Englishmen in the West.
Williams, William H.
The Englishman with his gun, his dogs, his projects and his
ambitions, is the subject of much of the romance of the west. There is
no doubt that in many cases he determined to turn soil and climate to
his purposes and that the bent of nature was too strong for him, and his
elaborate plans dwindled into pitiful failure. He has found that be
cannot reproduce ancient England amid pioneer conditions, that nature is
arbitrary, and that fortune gives her hand only to those who woo her
wisely and in sympathy with her imperious moods.
At Calgary they will tell you many yarns of the Englishman who came
out, not with a settler's idea and a settler's outfit, but
with leggings, shooting jacket, and dogs. The mountains are 50 or 60
miles from Calgary, but looking across the prairie, distance is very
deceptive. And upon bright, clear days they seem very near at hand. It
was a favourite trick of the humourist to start the Englishman with his
dogs out on foot for a day's shooting in the Rockies. But as he
advanced the towering rock receded, the mountains would not come to him
and he could not get to the mountains.
There is a yarn of two young Englishmen, just arrived in the
country, who, under the inspiration of the local wags, started out from
a wayside station on the prairie to shoot bears.
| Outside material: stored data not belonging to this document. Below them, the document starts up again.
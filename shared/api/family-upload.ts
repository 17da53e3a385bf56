import { z } from 'zod';
import { familySummarySchema } from './families';

/** A problem or a remark about an uploaded table, located where the user can find it. */
export const uploadIssueSchema = z.object({
  /** 1-based line in the file (the header is line 1); absent for whole-file remarks. */
  line: z.number().int().min(1).optional(),
  /** The column header as written in the file. */
  column: z.string().optional(),
  message: z.string(),
});

/** A recognised column: what it measures, the unit read from its header, how it was converted. */
export const uploadColumnSchema = z.object({
  header: z.string(),
  quantity: z.enum(['perCm3', 'temperature', 'seebeck', 'sigma', 'resistivity', 'kappa']),
  unit: z.string(),
  /** Factor (and offset, for °C) applied to reach the engine's unit. */
  toEngine: z.string(),
});

export const uploadRowSchema = z.object({
  line: z.number().int(),
  perCm3: z.number(),
  temperature: z.number(),
  /** Engine units: V/K, S/m, W/(m·K). */
  seebeck: z.number(),
  sigma: z.number(),
  kappa: z.number(),
});

/** The first missing grid points a preview names; the rest are counted in `holes`. */
export const holesListed = 5;

/**
 * Largest grid (dopings × temperatures) whose cell-by-cell `present` map a
 * preview carries: 50 × 50 draws comfortably on a page (a full campaign of
 * 30 dopings × 40 temperatures is 1,200 cells); larger grids are described by
 * their counts and first holes.
 */
export const coverageDrawLimit = 2500;

/** Which doping × temperature points a file holds. */
export const uploadCoverageSchema = z.object({
  dopings: z.array(z.number()),
  temperatures: z.array(z.number()),
  /** Grid points the file holds (a duplicate counts once). */
  measured: z.number().int().min(0),
  /** dopings × temperatures − measured: counted, never listed in full. */
  holes: z.number().int().min(0),
  /** The first `holesListed` missing points, doping by doping. */
  firstHoles: z.array(z.object({ perCm3: z.number(), temperature: z.number() })),
  /** `present[i][j]`: doping i was measured at temperature j; null when the grid has more than `coverageDrawLimit` cells. */
  present: z.array(z.array(z.boolean())).nullable(),
});

/**
 * `POST /api/families/upload/preview` (multipart: `file`) — nothing is saved.
 * A file over a size cap (5 MB, `tableLimits` rows, distinct dopings or
 * temperatures) is refused with 400/413 naming the field `file`; any other
 * problem comes back here, in `errors`, located by line and column.
 */
export const uploadPreviewSchema = z.object({
  ok: z.boolean(),
  rowCount: z.number().int(),
  columns: z.array(uploadColumnSchema),
  rows: z.array(uploadRowSchema),
  carrier: z.enum(['p', 'n']).nullable(),
  coverage: uploadCoverageSchema,
  warnings: z.array(uploadIssueSchema),
  errors: z.array(uploadIssueSchema),
});

/**
 * `POST /api/families/upload` (multipart: `file`, `name`, `source`, `summary`)
 * saves all or nothing: 201 with the family, or 400 with the preview's errors.
 */
export const uploadSavedSchema = z.object({ family: familySummarySchema, preview: uploadPreviewSchema });

/** Largest accepted upload, in bytes; larger files are refused before they are read. */
export const maxUploadBytes = 5 * 1024 * 1024;

export type UploadIssue = z.infer<typeof uploadIssueSchema>;
export type UploadColumn = z.infer<typeof uploadColumnSchema>;
export type UploadRow = z.infer<typeof uploadRowSchema>;
export type UploadPreview = z.infer<typeof uploadPreviewSchema>;
export type UploadCoverage = z.infer<typeof uploadCoverageSchema>;
export type UploadSaved = z.infer<typeof uploadSavedSchema>;
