import type { Role } from './auth';

/**
 * What a team member may do, by role (DESIGN.md, "Roles"): the one table.
 * The server's route table takes its roles from here (server/http/access.ts,
 * server/http/object-access.ts), the shell hides tabs a role may not read,
 * and screens hide or freeze what a role may not change — so nobody meets a
 * button or a page that would answer "Forbidden".
 */
export const actionRoles = {
  /** Create, edit, duplicate, archive material families; upload measured tables. */
  'families.write': ['admin', 'physicist'],
  /** Create and edit leg and module designs. */
  'designs.write': ['admin', 'physicist'],
  /** Launch and cancel optimisation runs. */
  'runs.launch': ['admin', 'physicist'],
  /** Release a converged profile to the growers. */
  'profiles.release': ['admin', 'physicist'],
  /** Move a growth sheet along (grown, measured, …). */
  'growth.update': ['admin', 'grower'],
  /** Upload as-grown measurements of a leg. */
  'measurements.upload': ['admin', 'grower'],
  /** Set the doping scatter behind a growth sheet's yield (the grower knows it; the physicist may set it). */
  'growth.scatter': ['admin', 'physicist', 'grower'],
  /** Invite members, change roles, remove members, revoke invitations. */
  'team.manage': ['admin'],
  /** Delete records for good (only admins delete). */
  'records.delete': ['admin'],
  /** Read the captured e-mail of the workspace. */
  'outbox.read': ['admin'],
  /** Read and export the team's audit trail. */
  'audit.read': ['admin'],
  /** Read material families (everyone of the team). */
  'families.read': ['admin', 'physicist', 'grower', 'viewer'],
  /** Read designs, runs, sweeps and modules: the physicists' work; growers see released profiles through growth orders. */
  'designs.read': ['admin', 'physicist', 'viewer'],
  /** Read growth orders and their sheets (everyone of the team). */
  'growth.read': ['admin', 'physicist', 'grower', 'viewer'],
} as const satisfies Record<string, readonly Role[]>;

export type Action = keyof typeof actionRoles;

/** The roles that may take `action`, for the server's route table. */
export function rolesFor(action: Action): readonly Role[] {
  return actionRoles[action];
}

/** True when `role` may take `action`; nobody signed in may take none. */
export function roleCan(role: Role | null | undefined, action: Action): boolean {
  if (!role) return false;
  return (actionRoles[action] as readonly Role[]).includes(role);
}
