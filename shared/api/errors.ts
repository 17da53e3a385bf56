import { z } from 'zod';

/** One field-level problem inside an API error. */
export const fieldErrorSchema = z.object({
  field: z.string(),
  message: z.string(),
});

/**
 * Every non-2xx JSON body from the API has this shape. `name` is the error
 * class (e.g. "NotFound", "ValidationError"), `message` is meant for people.
 */
export const apiErrorBodySchema = z.object({
  name: z.string(),
  message: z.string(),
  errors: z.array(fieldErrorSchema).optional(),
});

export type FieldError = z.infer<typeof fieldErrorSchema>;
export type ApiErrorBody = z.infer<typeof apiErrorBodySchema>;
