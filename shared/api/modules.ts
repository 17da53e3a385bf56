import { z } from 'zod';
import { idSchema, isoDateTimeSchema } from './common';

/** Where a module's leg comes from: a stored run (its optimum or a baseline), or a family at uniform doping. */
export const legSourceSchema = z.discriminatedUnion('kind', [
  z.strictObject({ kind: z.literal('run'), runId: idSchema, leg: z.enum(['optimum', 'uniform', 'localBestZt']).default('optimum') }),
  z.strictObject({
    kind: z.literal('family'),
    familyId: idSchema,
    version: z.number().int().min(1).optional(),
    perCm3: z.number({ error: 'perCm3 must be a number' }).min(1e14, { error: 'perCm3 must be at least 1e14 cm⁻³ (doping is in cm⁻³)' }).max(1e22, { error: 'perCm3 must be at most 1e22 cm⁻³ (a value in m⁻³ is 10⁶ too large)' }),
    lengthMm: z.number().gt(0).max(100),
    areaMm2: z.number().gt(0).max(10000),
  }),
], { error: 'a leg source is {kind: "run", runId, leg} or {kind: "family", familyId, perCm3, lengthMm, areaMm2}' });

/**
 * `POST /api/modules`, `PUT /api/modules/:id`: a saved couple or module.
 * Settings use the engine's module case fields (K, A, Ω·m², K/W).
 */
export const moduleInputSchema = z.strictObject({
  name: z.string({ error: 'name is required' }).trim().min(1, { error: 'name is required' }).max(120),
  notes: z.string().trim().max(4000).default(''),
  p: legSourceSchema,
  n: legSourceSchema,
  hotSide: z.number().min(100).max(1000),
  deltaT: z.number().min(0).max(900),
  couples: z.number().int().min(1).max(100000).default(1),
  areaRatio: z.number().gt(0).max(100).optional(),
  contactResistivity: z.number().min(0).max(1e-6).optional(),
  coldPlateResistance: z.number().min(0).max(1e3).optional(),
  hotPlateResistance: z.number().min(0).max(1e3).optional(),
  currentLimit: z.number().gt(0).max(1e4).optional(),
});

export const moduleDesignSchema = z.object({
  id: idSchema,
  name: z.string(),
  notes: z.string(),
  input: moduleInputSchema,
  /** The engine's module case, resolved from the sources (run legs, family definitions): feed it to runModule. */
  case: z.record(z.string(), z.unknown()),
  createdBy: z.string(),
  createdAt: isoDateTimeSchema,
  updatedAt: isoDateTimeSchema,
});

/** A list entry: the saved input and the name of each leg's source (the run's design or the family; null when gone), no engine case. */
export const moduleSummarySchema = moduleDesignSchema.omit({ case: true }).extend({
  sourceNames: z.object({ p: z.string().nullable(), n: z.string().nullable() }),
});

export const modulesResponseSchema = z.object({ modules: z.array(moduleSummarySchema) });
export const moduleResponseSchema = z.object({ module: moduleDesignSchema });

/** `GET /api/modules/:id/curves.csv?versus=current|deltaT`: which curve the file holds. */
export const moduleCsvQuerySchema = z.object({
  versus: z.enum(['current', 'deltaT'], { error: 'versus must be "current" or "deltaT"' }).default('current'),
});
export type ModuleCsvVersus = z.output<typeof moduleCsvQuerySchema>['versus'];

export type LegSource = z.infer<typeof legSourceSchema>;
export type ModuleInput = z.input<typeof moduleInputSchema>;
export type ModuleDesign = z.infer<typeof moduleDesignSchema>;
export type ModuleSummary = z.infer<typeof moduleSummarySchema>;
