import { z } from 'zod';
import { idSchema } from './common';

/**
 * A job on the growth-mail queue (API → worker): the physicist closed an
 * order, and the grower is told the verdict and its reason. The worker reads
 * the order as it stands, so the mail says what the record says.
 */
export const growthMailJobSchema = z.discriminatedUnion('kind', [z.object({ kind: z.literal('order-closed'), orderId: idSchema })]);

export type GrowthMailJob = z.infer<typeof growthMailJobSchema>;
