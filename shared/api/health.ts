import { z } from 'zod';

export const healthCheckSchema = z.object({
  ok: z.boolean(),
  detail: z.string(),
});

/** The dependencies the API reports on, in display order. */
export const healthCheckNames = ['database', 'queue', 'worker', 'mail', 'events'] as const;
export type HealthCheckName = (typeof healthCheckNames)[number];

const status = z.enum(['ok', 'degraded']);

export const healthChecksSchema = z.object({
  database: healthCheckSchema,
  queue: healthCheckSchema,
  worker: healthCheckSchema,
  mail: healthCheckSchema,
  /** The API's relay of live events to browsers (absent where no sockets are served). */
  events: healthCheckSchema.optional(),
});

/**
 * `GET /api/health` as anyone may see it: load balancers and uptime monitors
 * need no more. The version only goes to signed-in members (a stranger gains
 * nothing from it but the exact release to look up flaws for). Strict, so a
 * field that leaks into the public answer fails the schema.
 */
export const publicHealthSchema = z.strictObject({
  status,
  version: z.string().optional(),
});

/**
 * The same answer with every check and its detail, for an admin of any team
 * (the checks describe the installation, not a team) and for the local
 * operator (a request from loopback with no proxy in front).
 */
export const healthDetailsSchema = z.strictObject({
  status,
  version: z.string(),
  checks: healthChecksSchema,
});

/** What a client reads: either answer, with 200 (ok) or 503 (degraded). */
export const healthResponseSchema = z.union([healthDetailsSchema, publicHealthSchema]);

export type HealthCheck = z.infer<typeof healthCheckSchema>;
export type HealthChecks = z.infer<typeof healthChecksSchema>;
export type PublicHealth = z.infer<typeof publicHealthSchema>;
export type HealthDetails = z.infer<typeof healthDetailsSchema>;
export type HealthResponse = z.infer<typeof healthResponseSchema>;
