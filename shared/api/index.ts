export * from './common';
export * from './errors';
export * from './families';
export * from './health';
export * from './outbox';
export * from './family-upload';
export * from './auth';
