def customer_statistics_duckdb(source, *, customer=None, date=None, value=None, order_id=None, status=None,
                               currency_column=None, segment=None, currency=None, date_order=None,
                               decimal=None, sheet=None, header_row=None, keep_unpaid=False,
                               keep_implausible=False, file_name=None, memory_limit="2GB",
                               temp_directory=None, threads=None, list_rows=False):
    """Per-customer statistics of order files, computed by duckdb within a memory limit.

    Parameters
    ----------
    source : str, path or list of them
        A CSV or Parquet file, a glob pattern (``"orders/*.csv"``) or a list of files;
        every file must have the same columns. Several files are read as one table.
    customer, date, value, order_id, status, currency_column, segment : str, optional
        The column playing each part, as for :func:`forecasting.reading.read_orders`.
    currency, date_order, decimal, header_row, keep_unpaid, keep_implausible : optional
        As for :func:`forecasting.reading.read_orders`.
    sheet : optional
        Refused: the duckdb engine reads CSV and Parquet files.
    file_name : str, optional
        The name shown in messages.
    memory_limit : str, default "2GB"
        duckdb's ``memory_limit``; what does not fit is spilled to ``temp_directory``.
    temp_directory : str, optional
        Where the working database, spill files and careful copies go (default: the system's
        temporary folder); removed afterwards.
    threads : int, optional
        duckdb's ``threads`` (default: every core).
    list_rows : bool, default False
        Also list every row left out and every row noted: ``account["excluded_rows"]``
        (``file``, ``row``, ``reason_code``, ``reason``) and ``account["noted_rows"]``
        (``file``, ``row``, ``note_code``, ``note``).

    Returns
    -------
    stats : pandas.DataFrame
        As :func:`forecasting.customers.customer_statistics`.
    account : dict
        As :meth:`forecasting.reading.ReadResult.audit`.

    Raises
    ------
    OrderDataError
        For the pandas reader's whole-file problems, with the same words.

    Notes
    -----
    The sums of squares are never computed as sum(x^2) - n mean^2, which loses every
    digit of the spread of values near 1e9. duckdb's updating (Welford) sums are kept
    where ten times their error bound is below 1e-10 relative; the few other customers (a
    spread tiny next to the amounts) get two passes, first the mean, then the squared
    deviations from it joined back to the orders.

    A row is a copy of an earlier one when its readings (customer, amount, date and the
    other roles) are equal and so is a 64-bit hash of all its cells; the cells are not kept
    (see :func:`_mark_copies` for the chance of a false match, about 5e-20 per pair of rows
    of one customer with the same amount and date).

    Lines of one order are summed in file order, as the pandas reader sums them, so
    that an order which nets to exactly zero is treated the same by both.

    Blank lines are skipped by duckdb's CSV reader; they are counted (as ``blank_row``) by a
    scan of the file that follows RFC 4180 quoting and also finds line breaks inside quotes
    and control characters (which send the file through the careful copy, or the rows
    through the damaged-row rule).

    Examples
    --------
    >>> import tempfile, os
    >>> folder = tempfile.mkdtemp()
    >>> path = os.path.join(folder, "orders.csv")
    >>> _ = open(path, "w").write("customer,order_date,order_value\\n"
    ...                           "fern,2025-03-01,$24.00\\nfern,2025-04-02,36.00\\nivy,2025-03-05,80.00\\n")
    >>> stats, account = customer_statistics_duckdb(path, memory_limit="500MB", threads=1)
    >>> stats[["orders", "mean", "sum_sq_dev"]]
              orders  mean  sum_sq_dev
    customer
    fern           2  30.0        72.0
    ivy            1  80.0         0.0
    >>> account["rows_read"], account["rows_used"]
    (3, 3)
    """
    memory_limit = rules.check_memory_limit(memory_limit)
    threads = rules.check_threads(threads)
    rules.check_plain_options("duckdb", sheet=sheet)
    options = clean.ReadOptions(currency=currency, date_order=date_order, decimal=decimal, keep_unpaid=keep_unpaid,
                                keep_implausible=keep_implausible)
    if temp_directory is not None and not os.path.isdir(temp_directory):
        raise OrderDataError(f"temp_directory is not a folder (got {os.fspath(temp_directory)!r})",
                             fix="Create the folder first, or leave the option out", option="temp_directory")
    try:
        import duckdb  # noqa: F401
    except ImportError:
        raise OrderDataError("the duckdb engine needs the duckdb package",
                             fix="Install the product's requirements again (pip install -r requirements.txt, "
                                 "which lists duckdb), or read with the pandas engine", option="engine") from None
    overrides = {"customer": customer, "date": date, "value": value, "order_id": order_id,
                 "status": status, "currency": currency_column, "segment": segment}
    files = open_order_files(source, overrides=overrides, file_name=file_name, scan=False, header_row=header_row)
    with tempfile.TemporaryDirectory(prefix="order-engine-", dir=temp_directory) as directory, \
            ThreadPoolExecutor(max_workers=1) as helper:
        if files.kind == "csv" and files.needs_copy:
            make_careful_copies(files, directory)
        return _run(files, directory, helper, options, memory_limit=memory_limit, threads=threads,
                    list_rows=list_rows)


def _run(files: OrderFiles, directory: str, helper, options: clean.ReadOptions, *, memory_limit, threads,
         list_rows):
    """Steps 1-5 of the module docstring, again from step 1 when a first reading was not the right one."""
    decimal = options.decimal or "."
    date_order = options.date_order or "day-first"
    check_damage = files.kind != "csv" or any(files.damaged_bytes.values())
    while True:
        connection = _connect(directory, memory_limit=memory_limit, threads=threads)
        try:
            # The scan of each CSV file (blank lines, line breaks inside quotes, control characters)
            # runs while duckdb reads it.
            scanned = helper.submit(files.scan_blank_lines) if files.kind == "csv" and not files.damaged_bytes \
                else None
            source = _reader(connection, files)
            try:
                _classify(connection, files, source, options=options, decimal=decimal, date_order=date_order,
                          check_damage=check_damage)
            except _CarefulCopyNeeded:
                if scanned is not None:
                    scanned.result()
                make_careful_copies(files, directory)
                continue
            if scanned is not None:
                scanned.result()
            if files.kind == "csv" and files.quoted_line_break and not files.copied:
                make_careful_copies(files, directory)  # an unclosed quote reads as a cell with line breaks
                continue
            if not check_damage and any(files.damaged_bytes.values()):
                check_damage = True
                continue
            _number_positions(connection, files)
            _check_record_counts(connection, files)
            _mark_copies(connection, files)
            evidence = _evidence(connection, files)
            place = _place(connection, files, source)
            name = files.display_name
            chosen = clean.decide_decimal(evidence, options, files.mapping, file_name=name, place=place)
            if chosen != decimal:
                decimal = chosen  # some amounts can only be read with a decimal comma: read them all so
                continue
            order, date_notes = clean.decide_dates(evidence, options, files.mapping, file_name=name, place=place)
            if order is not None and order != date_order:
                date_order = order
                continue
            clean.check_columns(evidence, options, files.mapping, file_name=name, place=place)
            order_total = clean.decide_order_total(evidence, files.mapping)
            notes = (list(files.notes) + shared.decimal_note(decimal, options.decimal, files.mapping.value)
                     + date_notes + (shared.order_total_note(files.mapping.value) if order_total else []))
            _build_orders(connection, files, order_total=order_total)
            _judge_orders(connection, files, keep_implausible=options.keep_implausible, order_total=order_total)
            with_segment = files.mapping.segment is not None
            _sum_by_customer(connection, with_segment)
            account = _account(connection, files, notes)
            if account["orders"] == 0:
                raise shared.no_usable_orders(account["excluded"], file_name=files.display_name)
            if list_rows:
                account["excluded_rows"], account["noted_rows"] = _listed_rows(connection, files)
            stats = _statistics(connection, with_segment)
            return stats, account
        finally:
            connection.close()


def _check_record_counts(connection, files: OrderFiles) -> None:
    """The blank-line scan and duckdb must agree on how many records each file has."""
    if files.kind != "csv":
        return
    counted = dict(connection.execute("SELECT file, count(*) FROM numbered GROUP BY file").fetchall())
    for path in files.read_paths:
        scanned = files.scanned_records.get(path)
        if scanned is not None and scanned != counted.get(path, 0):
            raise OrderDataError("the quoting of the file could not be followed to count its blank rows",
                                 file=files.file_label(path),
                                 fix="Read it with the pandas engine, or remove the blank lines", option="engine")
Late in the afternoon
they returned for a waggon. In reply to the wondering inquiry as to what
they intended to do with the waggon, they, of course, said that they
wanted to bring in the bears. In a moment the story was in
everyone's mouth, and half the village started out with the team to
bring in the bears, or rather to rejoice in the discomforture of the
Englishmen when it was found what they had shot. But the Englishmen led
to the finish. It was found, so the story goes, that the hunters had
actually shot two bears, although no one before had seen a bear in that
neighbourhood.
It is told--but this story belongs to Manitoba --that an English
family were found planting potatoes in October. It was suggested that
the village shopkeeper should tell the family that it was useless to
plant potatoes in the Fall. But he protested against any such attempt to
injure his business. He explained that he had sold the seed, and that
the sale probably could not have been made if he had explained that it
was not wise to do Fall planting.
There is a good deal of "varnish" on this piece of
timber. There was pictured to me an Englishman with a yoke of oxen, clad
in the remains of a dress suit and a silk hat, ploughing in the early
Fall, as the first snow was flying across the plains, and addressing his
oxen, "haw; no, I beg your pardon, gee." But we could probably
find people even the West who would not believe this story.
The fact remains, however, when one has heard all these yarns--all
the stories of the young Englishman who spent two or three months of
summer on the homestead and put in the rest in towns, living well, and
talking, as it was described to me, the "large language of the
earlier gods"--all the discouraging history of the remittance men
who were transplanted from the home estate to the Western prairie in the
hope that they who failed at home could succeed abroad--when one has
heard all this, the fact stands that the Englishman has a wide influence
in the Territories and British Columbia, that we owe much to his capital
and much to his pluck that he gives character to the social life of many
of the Western communities. The best gift we can ask from the old land
is that she will still send out to us the children of her loins, that
they may unite with us in the task, and share with us in the glory of
building up a British civilization on these rich alluvial valleys and
far-spreading plains.
William H. Williams was editor of the Toronto Globe. This article
appeared in the Calgary Tribune, October 26, 1895.